== DATA FOR THE TASK

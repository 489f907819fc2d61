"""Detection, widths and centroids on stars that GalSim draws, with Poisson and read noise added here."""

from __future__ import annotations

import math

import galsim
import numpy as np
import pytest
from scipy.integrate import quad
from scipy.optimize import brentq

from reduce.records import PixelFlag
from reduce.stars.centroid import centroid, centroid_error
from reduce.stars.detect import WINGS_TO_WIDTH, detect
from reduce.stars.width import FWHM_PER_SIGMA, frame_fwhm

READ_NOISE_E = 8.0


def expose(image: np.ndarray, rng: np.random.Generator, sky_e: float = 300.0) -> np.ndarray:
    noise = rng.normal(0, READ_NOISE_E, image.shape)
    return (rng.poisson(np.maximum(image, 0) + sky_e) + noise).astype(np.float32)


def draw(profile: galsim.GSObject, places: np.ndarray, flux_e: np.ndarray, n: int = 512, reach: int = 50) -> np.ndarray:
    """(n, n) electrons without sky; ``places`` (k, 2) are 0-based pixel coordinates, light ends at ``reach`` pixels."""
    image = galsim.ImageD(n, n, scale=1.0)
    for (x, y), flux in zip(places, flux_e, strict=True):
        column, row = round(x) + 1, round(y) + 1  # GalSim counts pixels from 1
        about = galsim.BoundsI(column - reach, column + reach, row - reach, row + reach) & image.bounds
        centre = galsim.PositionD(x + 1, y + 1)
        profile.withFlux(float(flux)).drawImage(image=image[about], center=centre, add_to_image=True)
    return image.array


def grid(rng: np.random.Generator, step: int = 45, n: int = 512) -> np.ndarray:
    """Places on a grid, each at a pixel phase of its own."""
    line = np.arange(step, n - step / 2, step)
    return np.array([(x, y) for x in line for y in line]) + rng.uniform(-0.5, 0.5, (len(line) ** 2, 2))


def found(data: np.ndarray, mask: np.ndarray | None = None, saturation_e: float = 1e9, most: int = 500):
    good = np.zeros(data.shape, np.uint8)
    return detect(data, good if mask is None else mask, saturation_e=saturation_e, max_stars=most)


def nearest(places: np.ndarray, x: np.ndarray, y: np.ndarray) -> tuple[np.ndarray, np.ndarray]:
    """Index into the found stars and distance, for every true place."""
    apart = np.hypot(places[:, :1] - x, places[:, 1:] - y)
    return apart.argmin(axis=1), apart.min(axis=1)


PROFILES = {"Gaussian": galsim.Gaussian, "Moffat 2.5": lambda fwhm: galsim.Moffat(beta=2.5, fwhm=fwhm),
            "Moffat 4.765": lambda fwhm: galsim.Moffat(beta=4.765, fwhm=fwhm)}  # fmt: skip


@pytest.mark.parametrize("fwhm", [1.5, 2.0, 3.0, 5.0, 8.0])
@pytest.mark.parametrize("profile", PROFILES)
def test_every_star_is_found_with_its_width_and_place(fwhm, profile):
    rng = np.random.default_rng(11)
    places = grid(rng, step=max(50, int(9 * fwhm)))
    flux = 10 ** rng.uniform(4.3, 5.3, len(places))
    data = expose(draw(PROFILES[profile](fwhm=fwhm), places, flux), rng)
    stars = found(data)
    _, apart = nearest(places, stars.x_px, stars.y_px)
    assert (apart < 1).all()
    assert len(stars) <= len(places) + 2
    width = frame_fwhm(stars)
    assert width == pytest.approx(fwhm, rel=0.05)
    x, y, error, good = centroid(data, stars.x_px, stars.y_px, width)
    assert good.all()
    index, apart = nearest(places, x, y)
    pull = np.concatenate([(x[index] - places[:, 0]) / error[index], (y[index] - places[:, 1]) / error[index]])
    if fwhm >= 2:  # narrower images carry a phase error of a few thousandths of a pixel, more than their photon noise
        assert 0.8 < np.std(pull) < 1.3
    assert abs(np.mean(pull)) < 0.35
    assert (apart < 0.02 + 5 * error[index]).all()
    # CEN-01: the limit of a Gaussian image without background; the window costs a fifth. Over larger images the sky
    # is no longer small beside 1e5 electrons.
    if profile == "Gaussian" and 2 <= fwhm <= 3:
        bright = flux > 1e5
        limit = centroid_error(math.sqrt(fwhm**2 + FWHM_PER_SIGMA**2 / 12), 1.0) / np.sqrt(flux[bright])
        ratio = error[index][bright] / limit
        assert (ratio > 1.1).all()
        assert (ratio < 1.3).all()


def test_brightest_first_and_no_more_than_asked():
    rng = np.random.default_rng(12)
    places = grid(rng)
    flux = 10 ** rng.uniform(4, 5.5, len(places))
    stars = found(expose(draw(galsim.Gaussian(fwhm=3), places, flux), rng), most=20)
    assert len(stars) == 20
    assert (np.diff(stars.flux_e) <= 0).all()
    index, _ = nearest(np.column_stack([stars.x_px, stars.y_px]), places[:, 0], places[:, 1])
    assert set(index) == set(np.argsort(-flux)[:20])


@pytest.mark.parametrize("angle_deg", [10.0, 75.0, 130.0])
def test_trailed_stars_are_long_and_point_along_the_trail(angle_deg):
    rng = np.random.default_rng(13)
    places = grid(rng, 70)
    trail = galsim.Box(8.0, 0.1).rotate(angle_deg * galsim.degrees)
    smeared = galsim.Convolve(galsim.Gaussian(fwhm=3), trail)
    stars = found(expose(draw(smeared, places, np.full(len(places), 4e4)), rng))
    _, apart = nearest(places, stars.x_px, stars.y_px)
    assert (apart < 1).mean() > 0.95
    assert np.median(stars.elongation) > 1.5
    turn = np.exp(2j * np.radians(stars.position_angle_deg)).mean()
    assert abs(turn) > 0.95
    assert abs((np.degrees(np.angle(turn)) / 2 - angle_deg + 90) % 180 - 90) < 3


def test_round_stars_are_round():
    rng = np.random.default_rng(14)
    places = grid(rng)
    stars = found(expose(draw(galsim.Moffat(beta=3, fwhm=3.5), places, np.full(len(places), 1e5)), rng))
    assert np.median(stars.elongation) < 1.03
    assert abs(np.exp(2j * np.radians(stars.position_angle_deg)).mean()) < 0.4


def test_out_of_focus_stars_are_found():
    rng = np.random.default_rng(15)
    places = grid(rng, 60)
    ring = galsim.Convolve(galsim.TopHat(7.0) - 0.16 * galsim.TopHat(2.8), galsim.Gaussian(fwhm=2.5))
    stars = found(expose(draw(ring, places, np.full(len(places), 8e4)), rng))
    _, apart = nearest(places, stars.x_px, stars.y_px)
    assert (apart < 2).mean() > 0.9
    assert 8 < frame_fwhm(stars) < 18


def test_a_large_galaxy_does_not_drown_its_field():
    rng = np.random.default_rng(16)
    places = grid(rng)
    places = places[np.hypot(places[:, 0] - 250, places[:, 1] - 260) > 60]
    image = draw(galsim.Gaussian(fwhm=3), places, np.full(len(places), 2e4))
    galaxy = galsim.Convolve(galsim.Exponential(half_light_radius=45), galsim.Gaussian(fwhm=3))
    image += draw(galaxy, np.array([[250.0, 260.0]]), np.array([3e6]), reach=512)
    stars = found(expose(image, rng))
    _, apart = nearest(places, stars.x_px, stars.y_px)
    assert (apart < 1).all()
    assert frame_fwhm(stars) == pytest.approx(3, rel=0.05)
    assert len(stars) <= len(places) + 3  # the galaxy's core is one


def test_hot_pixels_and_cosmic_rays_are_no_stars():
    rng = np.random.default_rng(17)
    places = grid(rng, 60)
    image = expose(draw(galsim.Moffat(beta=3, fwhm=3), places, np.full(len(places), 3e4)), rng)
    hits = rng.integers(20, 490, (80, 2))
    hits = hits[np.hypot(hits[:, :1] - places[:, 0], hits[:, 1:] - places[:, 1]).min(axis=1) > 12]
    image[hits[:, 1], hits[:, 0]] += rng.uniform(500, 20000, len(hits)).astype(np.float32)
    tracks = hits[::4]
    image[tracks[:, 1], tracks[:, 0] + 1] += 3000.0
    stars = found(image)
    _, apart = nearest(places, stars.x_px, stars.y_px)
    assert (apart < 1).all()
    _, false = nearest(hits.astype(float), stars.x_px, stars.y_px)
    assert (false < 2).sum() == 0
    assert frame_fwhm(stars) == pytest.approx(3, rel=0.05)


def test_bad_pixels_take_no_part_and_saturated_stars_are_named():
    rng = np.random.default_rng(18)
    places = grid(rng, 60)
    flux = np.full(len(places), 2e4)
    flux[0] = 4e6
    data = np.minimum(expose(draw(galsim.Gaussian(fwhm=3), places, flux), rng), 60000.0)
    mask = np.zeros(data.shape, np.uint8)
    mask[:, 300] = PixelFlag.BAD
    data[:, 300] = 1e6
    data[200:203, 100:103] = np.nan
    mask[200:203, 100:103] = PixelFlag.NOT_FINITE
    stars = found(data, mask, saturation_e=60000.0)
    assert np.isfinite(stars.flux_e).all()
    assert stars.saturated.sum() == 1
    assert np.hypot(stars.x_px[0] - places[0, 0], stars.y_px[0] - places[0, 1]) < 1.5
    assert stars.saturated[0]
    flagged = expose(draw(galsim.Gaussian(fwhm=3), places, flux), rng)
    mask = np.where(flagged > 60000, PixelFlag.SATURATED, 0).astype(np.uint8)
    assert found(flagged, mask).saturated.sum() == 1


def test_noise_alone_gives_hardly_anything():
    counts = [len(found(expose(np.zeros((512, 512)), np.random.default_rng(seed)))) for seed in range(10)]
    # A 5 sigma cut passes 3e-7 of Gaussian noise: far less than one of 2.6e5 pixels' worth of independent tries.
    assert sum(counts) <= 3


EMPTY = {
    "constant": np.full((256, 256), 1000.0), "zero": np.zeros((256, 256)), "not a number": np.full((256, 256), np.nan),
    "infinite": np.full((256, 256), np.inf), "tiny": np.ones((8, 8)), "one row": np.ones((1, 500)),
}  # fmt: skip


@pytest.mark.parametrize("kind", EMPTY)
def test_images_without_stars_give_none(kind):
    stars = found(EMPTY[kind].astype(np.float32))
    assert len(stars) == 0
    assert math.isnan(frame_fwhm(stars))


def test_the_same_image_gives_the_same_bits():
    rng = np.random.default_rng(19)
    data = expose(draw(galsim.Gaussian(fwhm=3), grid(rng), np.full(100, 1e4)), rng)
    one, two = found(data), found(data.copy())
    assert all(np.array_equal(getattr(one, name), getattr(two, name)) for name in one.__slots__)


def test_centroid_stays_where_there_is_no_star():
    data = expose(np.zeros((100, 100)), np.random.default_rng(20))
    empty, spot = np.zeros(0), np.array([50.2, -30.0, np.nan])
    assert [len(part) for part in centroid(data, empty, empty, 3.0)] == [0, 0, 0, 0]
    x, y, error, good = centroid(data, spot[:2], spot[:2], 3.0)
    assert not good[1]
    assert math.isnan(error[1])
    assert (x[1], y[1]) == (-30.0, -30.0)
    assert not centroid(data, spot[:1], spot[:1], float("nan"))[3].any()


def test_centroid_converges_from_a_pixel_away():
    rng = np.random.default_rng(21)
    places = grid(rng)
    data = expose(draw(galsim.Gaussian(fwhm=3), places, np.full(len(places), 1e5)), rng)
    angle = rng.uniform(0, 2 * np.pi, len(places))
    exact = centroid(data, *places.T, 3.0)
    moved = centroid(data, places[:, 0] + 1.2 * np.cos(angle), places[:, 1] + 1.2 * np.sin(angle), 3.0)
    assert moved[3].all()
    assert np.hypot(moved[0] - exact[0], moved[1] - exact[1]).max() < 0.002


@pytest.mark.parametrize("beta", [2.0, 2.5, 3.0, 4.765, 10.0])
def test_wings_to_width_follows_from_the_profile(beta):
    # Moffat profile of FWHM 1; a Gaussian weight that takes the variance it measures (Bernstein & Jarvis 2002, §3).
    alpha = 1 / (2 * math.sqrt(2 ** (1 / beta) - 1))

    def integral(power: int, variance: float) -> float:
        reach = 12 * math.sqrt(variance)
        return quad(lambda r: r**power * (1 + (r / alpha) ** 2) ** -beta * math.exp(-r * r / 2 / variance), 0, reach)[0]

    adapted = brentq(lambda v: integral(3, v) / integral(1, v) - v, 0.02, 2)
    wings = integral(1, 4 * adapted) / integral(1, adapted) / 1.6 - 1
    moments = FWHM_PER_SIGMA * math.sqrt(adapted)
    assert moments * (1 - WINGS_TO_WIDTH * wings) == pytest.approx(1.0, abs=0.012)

====

[DIRECTIONS FOR THIS TASK]: State the number of lines in the records that include the word "good", and add nothing to it.

[WRITTEN SOLUTION]: 6